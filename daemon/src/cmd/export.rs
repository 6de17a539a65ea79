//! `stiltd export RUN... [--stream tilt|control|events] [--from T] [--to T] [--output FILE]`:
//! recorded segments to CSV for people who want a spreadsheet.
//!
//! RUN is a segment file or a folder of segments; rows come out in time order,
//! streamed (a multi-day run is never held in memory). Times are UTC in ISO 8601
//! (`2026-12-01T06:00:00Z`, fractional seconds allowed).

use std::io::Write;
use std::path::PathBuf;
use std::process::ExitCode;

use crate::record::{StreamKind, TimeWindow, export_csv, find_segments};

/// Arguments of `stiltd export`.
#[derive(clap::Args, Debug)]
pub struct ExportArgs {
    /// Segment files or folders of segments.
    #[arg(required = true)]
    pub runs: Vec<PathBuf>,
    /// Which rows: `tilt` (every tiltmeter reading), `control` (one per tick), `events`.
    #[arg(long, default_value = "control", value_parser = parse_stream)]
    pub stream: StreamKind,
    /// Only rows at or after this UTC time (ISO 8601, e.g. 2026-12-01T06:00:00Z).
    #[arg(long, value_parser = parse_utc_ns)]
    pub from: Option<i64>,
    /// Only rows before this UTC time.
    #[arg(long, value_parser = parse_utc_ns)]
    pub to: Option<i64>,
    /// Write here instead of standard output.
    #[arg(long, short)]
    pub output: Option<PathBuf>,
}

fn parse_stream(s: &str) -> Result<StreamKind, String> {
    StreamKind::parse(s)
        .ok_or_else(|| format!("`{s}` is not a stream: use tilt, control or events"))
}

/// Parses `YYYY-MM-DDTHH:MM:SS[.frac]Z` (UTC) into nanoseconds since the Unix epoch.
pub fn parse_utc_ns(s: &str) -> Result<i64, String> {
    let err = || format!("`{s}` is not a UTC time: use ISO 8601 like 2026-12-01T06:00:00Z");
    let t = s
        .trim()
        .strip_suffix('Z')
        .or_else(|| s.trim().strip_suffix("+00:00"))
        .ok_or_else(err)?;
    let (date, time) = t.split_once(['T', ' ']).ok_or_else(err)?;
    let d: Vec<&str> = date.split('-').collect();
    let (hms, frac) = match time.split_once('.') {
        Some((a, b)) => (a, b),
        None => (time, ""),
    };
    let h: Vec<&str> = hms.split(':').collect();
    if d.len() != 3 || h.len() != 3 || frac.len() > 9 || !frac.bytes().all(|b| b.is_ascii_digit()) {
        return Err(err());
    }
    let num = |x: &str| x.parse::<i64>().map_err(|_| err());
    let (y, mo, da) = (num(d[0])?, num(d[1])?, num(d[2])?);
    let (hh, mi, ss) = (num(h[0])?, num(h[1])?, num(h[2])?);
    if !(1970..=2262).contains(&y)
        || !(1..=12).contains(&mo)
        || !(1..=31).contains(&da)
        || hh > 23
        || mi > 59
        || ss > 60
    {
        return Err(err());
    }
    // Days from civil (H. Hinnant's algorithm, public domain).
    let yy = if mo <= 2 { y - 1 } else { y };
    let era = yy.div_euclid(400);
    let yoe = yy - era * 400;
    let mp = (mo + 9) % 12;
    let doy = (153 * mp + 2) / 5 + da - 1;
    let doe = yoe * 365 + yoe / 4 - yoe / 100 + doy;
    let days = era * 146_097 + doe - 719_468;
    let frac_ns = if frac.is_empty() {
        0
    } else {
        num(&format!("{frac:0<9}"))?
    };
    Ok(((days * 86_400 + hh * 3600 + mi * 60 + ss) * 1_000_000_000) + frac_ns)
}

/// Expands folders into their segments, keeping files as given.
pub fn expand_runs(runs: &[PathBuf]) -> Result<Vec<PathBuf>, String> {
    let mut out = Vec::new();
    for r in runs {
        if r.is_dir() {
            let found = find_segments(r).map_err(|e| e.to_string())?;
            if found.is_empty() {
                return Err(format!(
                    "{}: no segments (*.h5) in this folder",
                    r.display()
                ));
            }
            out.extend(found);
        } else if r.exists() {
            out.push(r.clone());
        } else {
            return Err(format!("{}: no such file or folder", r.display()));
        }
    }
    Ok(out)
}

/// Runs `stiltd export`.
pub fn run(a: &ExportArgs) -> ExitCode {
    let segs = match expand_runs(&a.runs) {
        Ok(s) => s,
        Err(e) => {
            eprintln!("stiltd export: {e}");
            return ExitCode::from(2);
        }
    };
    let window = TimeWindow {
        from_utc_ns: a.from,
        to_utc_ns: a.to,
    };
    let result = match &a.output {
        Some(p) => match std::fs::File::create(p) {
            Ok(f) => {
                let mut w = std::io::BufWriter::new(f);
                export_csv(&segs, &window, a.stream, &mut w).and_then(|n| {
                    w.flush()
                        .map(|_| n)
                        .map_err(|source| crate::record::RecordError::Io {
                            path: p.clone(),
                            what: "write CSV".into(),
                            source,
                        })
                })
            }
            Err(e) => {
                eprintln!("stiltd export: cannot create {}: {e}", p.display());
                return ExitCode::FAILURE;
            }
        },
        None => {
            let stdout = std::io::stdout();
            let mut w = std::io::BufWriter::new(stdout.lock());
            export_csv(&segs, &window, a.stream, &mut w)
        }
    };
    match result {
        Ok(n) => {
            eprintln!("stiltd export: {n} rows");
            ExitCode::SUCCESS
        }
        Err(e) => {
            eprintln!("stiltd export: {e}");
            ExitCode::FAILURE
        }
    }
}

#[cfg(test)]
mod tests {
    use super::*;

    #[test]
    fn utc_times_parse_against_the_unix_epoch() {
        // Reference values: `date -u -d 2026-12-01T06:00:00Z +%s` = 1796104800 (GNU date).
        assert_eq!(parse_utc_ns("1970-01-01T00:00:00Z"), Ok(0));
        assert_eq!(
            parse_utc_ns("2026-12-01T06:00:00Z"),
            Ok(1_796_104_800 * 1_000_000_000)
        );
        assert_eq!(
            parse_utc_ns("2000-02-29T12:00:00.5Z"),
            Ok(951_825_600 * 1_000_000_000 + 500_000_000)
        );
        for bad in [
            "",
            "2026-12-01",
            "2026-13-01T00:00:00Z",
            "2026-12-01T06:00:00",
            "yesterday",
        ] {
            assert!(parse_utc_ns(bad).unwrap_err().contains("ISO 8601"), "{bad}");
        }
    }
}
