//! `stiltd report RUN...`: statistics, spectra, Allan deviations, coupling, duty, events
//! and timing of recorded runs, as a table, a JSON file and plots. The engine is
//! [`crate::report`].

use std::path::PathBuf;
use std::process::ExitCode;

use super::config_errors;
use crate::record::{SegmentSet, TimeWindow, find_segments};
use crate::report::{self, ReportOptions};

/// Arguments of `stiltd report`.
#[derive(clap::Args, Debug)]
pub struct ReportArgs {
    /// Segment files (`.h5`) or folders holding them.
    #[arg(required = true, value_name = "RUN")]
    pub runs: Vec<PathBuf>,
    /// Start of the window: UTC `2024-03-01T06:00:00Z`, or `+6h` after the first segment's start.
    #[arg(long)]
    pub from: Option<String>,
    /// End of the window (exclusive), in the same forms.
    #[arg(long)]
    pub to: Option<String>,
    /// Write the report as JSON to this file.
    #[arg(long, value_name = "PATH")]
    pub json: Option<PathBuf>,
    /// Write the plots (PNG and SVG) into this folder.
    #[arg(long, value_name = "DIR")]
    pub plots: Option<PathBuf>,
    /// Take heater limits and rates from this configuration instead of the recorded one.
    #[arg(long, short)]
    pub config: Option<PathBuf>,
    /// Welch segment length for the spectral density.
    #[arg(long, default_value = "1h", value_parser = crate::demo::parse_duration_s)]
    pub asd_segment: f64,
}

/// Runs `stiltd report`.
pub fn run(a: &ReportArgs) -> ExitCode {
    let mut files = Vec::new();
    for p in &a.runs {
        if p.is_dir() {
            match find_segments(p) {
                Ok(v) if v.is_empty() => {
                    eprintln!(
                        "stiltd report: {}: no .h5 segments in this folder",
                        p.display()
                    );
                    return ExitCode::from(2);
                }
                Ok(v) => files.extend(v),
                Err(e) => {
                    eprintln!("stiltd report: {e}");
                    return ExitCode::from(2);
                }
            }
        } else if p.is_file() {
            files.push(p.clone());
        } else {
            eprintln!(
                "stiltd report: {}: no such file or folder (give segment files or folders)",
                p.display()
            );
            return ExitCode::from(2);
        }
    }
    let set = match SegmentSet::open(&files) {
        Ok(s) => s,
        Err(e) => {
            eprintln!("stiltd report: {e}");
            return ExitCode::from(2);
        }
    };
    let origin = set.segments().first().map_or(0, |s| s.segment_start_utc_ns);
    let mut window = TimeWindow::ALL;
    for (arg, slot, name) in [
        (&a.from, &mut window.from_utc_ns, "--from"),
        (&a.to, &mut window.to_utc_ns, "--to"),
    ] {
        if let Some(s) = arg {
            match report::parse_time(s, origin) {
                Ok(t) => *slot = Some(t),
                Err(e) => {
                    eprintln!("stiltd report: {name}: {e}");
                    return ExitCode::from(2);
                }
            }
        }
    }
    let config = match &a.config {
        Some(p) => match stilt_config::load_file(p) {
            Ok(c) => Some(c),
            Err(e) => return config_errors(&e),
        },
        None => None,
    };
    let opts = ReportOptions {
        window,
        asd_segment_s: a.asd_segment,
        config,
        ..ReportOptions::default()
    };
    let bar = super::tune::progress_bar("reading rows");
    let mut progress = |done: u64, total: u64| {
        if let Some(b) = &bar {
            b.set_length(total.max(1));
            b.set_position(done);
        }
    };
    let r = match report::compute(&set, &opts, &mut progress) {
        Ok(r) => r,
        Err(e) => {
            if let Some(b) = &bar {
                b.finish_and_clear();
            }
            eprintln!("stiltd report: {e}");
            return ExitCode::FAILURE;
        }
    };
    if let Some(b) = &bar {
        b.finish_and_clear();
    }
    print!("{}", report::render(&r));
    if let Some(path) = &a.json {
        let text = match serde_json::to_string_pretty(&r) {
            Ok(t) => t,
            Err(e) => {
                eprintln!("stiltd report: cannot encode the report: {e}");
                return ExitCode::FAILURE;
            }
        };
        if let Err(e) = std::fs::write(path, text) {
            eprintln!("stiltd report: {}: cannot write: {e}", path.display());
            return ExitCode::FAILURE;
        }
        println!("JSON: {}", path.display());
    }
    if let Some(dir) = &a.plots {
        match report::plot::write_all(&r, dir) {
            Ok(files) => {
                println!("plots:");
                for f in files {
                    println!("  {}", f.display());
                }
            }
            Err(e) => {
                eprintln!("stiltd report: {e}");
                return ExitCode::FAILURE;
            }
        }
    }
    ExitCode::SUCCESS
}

···

● EXERCISE PROMPT
Beginning with the first line of the listing above, please write out every line exactly until you reach the line that contains "StreamKind::parse(s)", and include that one too.

● EXERCISE ANSWER
filename daemon/src/cmd/export.rs
repository 6de17a539a65ea79
//! `stiltd export RUN... [--stream tilt|control|events] [--from T] [--to T] [--output FILE]`:
//! recorded segments to CSV for people who want a spreadsheet.
//!
//! RUN is a segment file or a folder of segments; rows come out in time order,
//! streamed (a multi-day run is never held in memory). Times are UTC in ISO 8601
//! (`2026-12-01T06:00:00Z`, fractional seconds allowed).

use std::io::Write;
use std::path::PathBuf;
use std::process::ExitCode;

use crate::record::{StreamKind, TimeWindow, export_csv, find_segments};

/// Arguments of `stiltd export`.
#[derive(clap::Args, Debug)]
pub struct ExportArgs {
    /// Segment files or folders of segments.
    #[arg(required = true)]
    pub runs: Vec<PathBuf>,
    /// Which rows: `tilt` (every tiltmeter reading), `control` (one per tick), `events`.
    #[arg(long, default_value = "control", value_parser = parse_stream)]
    pub stream: StreamKind,
    /// Only rows at or after this UTC time (ISO 8601, e.g. 2026-12-01T06:00:00Z).
    #[arg(long, value_parser = parse_utc_ns)]
    pub from: Option<i64>,
    /// Only rows before this UTC time.
    #[arg(long, value_parser = parse_utc_ns)]
    pub to: Option<i64>,
    /// Write here instead of standard output.
    #[arg(long, short)]
    pub output: Option<PathBuf>,
}

fn parse_stream(s: &str) -> Result<StreamKind, String> {
    StreamKind::parse(s)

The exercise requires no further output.